In this study, we describe a new method for the sequence order independent comparison and alignment of protein functional surfaces. Our method, SurfaceScreen, attempts to optimize two components, global surface shape and local physicochemical texture, for evaluating the similarity between a pair of surfaces. Surface shape similarity is assessed using a three-dimensional object recognition algorithm and is used to rapidly pre-classify surfaces from a large library of surfaces. Surfaces with sufficient shape complimentarity are then aligned by combinatorially identifying the best superimposition of common residues between the two surfaces. We introduce several metrics for scoring different properties of a surface alignment and an overall scoring function used in library searches. Furthermore, we introduce the Global Protein Surface Survey (GPSS), a library of annotated protein surfaces calculated from all structures in the PDB. Querying surfaces from proteins of unknown function against the GPSS library allows SurfaceScreen to be utilized as predictive tool.

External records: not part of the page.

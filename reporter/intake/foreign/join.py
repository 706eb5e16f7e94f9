"""The readings of several logger files as one series, by the channels of the field workbook."""

from __future__ import annotations

from collections.abc import Sequence
from typing import Any

from reporter.intake.foreign.apply import ForeignReadings
from reporter.intake.foreign.mapping import AS_ENTERED, MappedColumn
from reporter.intake.foreign.merge import merged
from reporter.intake.foreign.times import zone_of
from reporter.intake.rows import Filled
from reporter.intake.sheets import fold
from reporter.problems import Place, Problem, problem
from reporter.record import Given, Readings


def join(
    files: Sequence[ForeignReadings], channels: Sequence[Filled], test: dict[str, Any]
) -> tuple[Readings | None, list[Problem]]:
    """One series of all files, in time order.

    Parameters
    ----------
    files
        What each logger file gave.
    channels
        The rows of the sheet Channels; what they and a mapping say differently is a problem.
    test
        The items of the sheet Test; the stamp of the mappings is added where the sheet names none.

    Returns
    -------
    Readings or None, and the problems found.
    """
    problems: list[Problem] = []
    names = [channel.text("channel") for channel in channels]
    if not files:
        return None, problems
    taken = [_match(found, channels, problems) for found in files]
    for name in names:
        if not any(name in own.values() for own in taken):
            words = f"no column for the channel {name!r}"
            problems.append(problem("mapping-against-channels", files[0].readings.place, words))
    _stamps(files, test, problems)
    rows, clashes = merged([(found.readings, own) for found, own in zip(files, taken, strict=True)], names)
    for number, clash in clashes.items():
        words = f"{clash.count} readings, the first at {clash.first:%Y-%m-%d %H:%M:%S}"
        problems.append(problem("readings-contradict", Place(files[number].report.file), words))
    letters: dict[str, str] = {}
    for found, own in zip(files, taken, strict=True):
        letters |= {name: found.readings.columns[i] for i, name in own.items() if found.readings.columns}
    file = ", ".join(found.report.file for found in files)
    place = Place(file, files[0].readings.place.sheet)
    return Readings(tuple(names), tuple(letters.get(name, "") for name in names), rows, place), problems


def _match(found: ForeignReadings, channels: Sequence[Filled], problems: list[Problem]) -> dict[int, str]:
    """The channel of each column of readings: by its name, else by its gas where one channel alone has it."""
    by_name = {fold(channel.text("channel")): channel for channel in channels}
    matched: dict[int, str] = {}
    for index, column in enumerate(found.columns):
        channel = by_name.get(fold(column.channel))
        if channel is None:
            same = [one for one in channels if one.text("gas") == column.gas]
            channel = same[0] if len(same) == 1 else None
        place = Place(found.report.file, found.readings.place.sheet, "", column.header)
        if channel is None:
            words = f"the channel {column.channel!r}, which the sheet Channels has not"
            problems.append(problem("mapping-against-channels", place, words))
            continue
        words = _contradiction(column, channel)
        if words:
            problems.append(problem("mapping-against-channels", place, words))
        if channel.text("channel") in matched.values():
            words = f"two columns for the channel {channel.text('channel')!r}"
            problems.append(problem("mapping-against-channels", place, words))
        matched[index] = channel.text("channel")
    return matched


def _contradiction(column: MappedColumn, channel: Filled) -> str:
    """What mapping and channel say differently; empty where they agree."""
    if channel.text("gas") and channel.text("gas") != column.gas:
        return f"{column.gas} in the mapping, {channel.text('gas')} on the sheet Channels"
    unit = channel.values.get("unit")
    if unit is not None and unit.value.unit != column.unit:
        return f"{column.unit} in the mapping, {unit.value.unit} on the sheet Channels"
    basis = channel.values.get("moisture_basis")
    if basis is not None and column.basis not in (AS_ENTERED, basis.value.value):
        return f"{column.basis} in the mapping, {basis.value.value} on the sheet Channels"
    return ""


def _stamps(files: Sequence[ForeignReadings], test: dict[str, Any], problems: list[Problem]) -> None:
    """Hold stamps and zones of the mappings against the sheet Test."""
    entered = test.get("reading_stamp")
    for found in files:
        place = Place(found.report.file)
        if found.time.stamp not in ("", AS_ENTERED):
            if entered is None:
                entered = test["reading_stamp"] = Given(found.time.stamp, place, found.time.stamp)
            elif entered.value != found.time.stamp:
                words = f"{found.time.stamp} in the mapping, {entered.value} on the sheet Test"
                problems.append(problem("mapping-against-channels", place, words))
        zone = test.get("time_zone")
        if found.time.zone and zone is not None and len(found.readings.times):
            moment = found.readings.times[0].item()
            try:
                same = zone_of(zone.value).utcoffset(moment) == zone_of(found.time.zone).utcoffset(moment)
            except ValueError:
                same = zone.value == found.time.zone
            if not same:
                words = f"times converted to {found.time.zone} by the mapping, {zone.value} on the sheet Test"
                problems.append(problem("mapping-against-channels", place, words))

We describe three types of analysis to assess surface shape comparisons and spatial alignments. First, we describe the retrieval of surfaces from the GPSS library for surfaces, from the same protein, that bind ligands of various size, shape and pharmacophore properties. For this we use the example of HIV-1 protease. Second, we use the example of heme (iron-protoporphyrin IX) binding sites to describe the retrieval of a functionally diverse binding surface that binds the same ligand. We provide the example of using our method as an annotation tool, identifying a new member of the heme binding monooxygenase family. Third, we describe how conformational diversity of bound ligands impacts retrieval rate for ubiquitous nucleotide binding sites. We also present the example of a nucleotide binding surface prediction and crystallographic validation for a structural genomics target with a new fold. We conclude with an analysis of the ATP binding surface landscape to provide insight on the correlation between surface similarity and function for structures in the PDB and for the subset of protein kinases.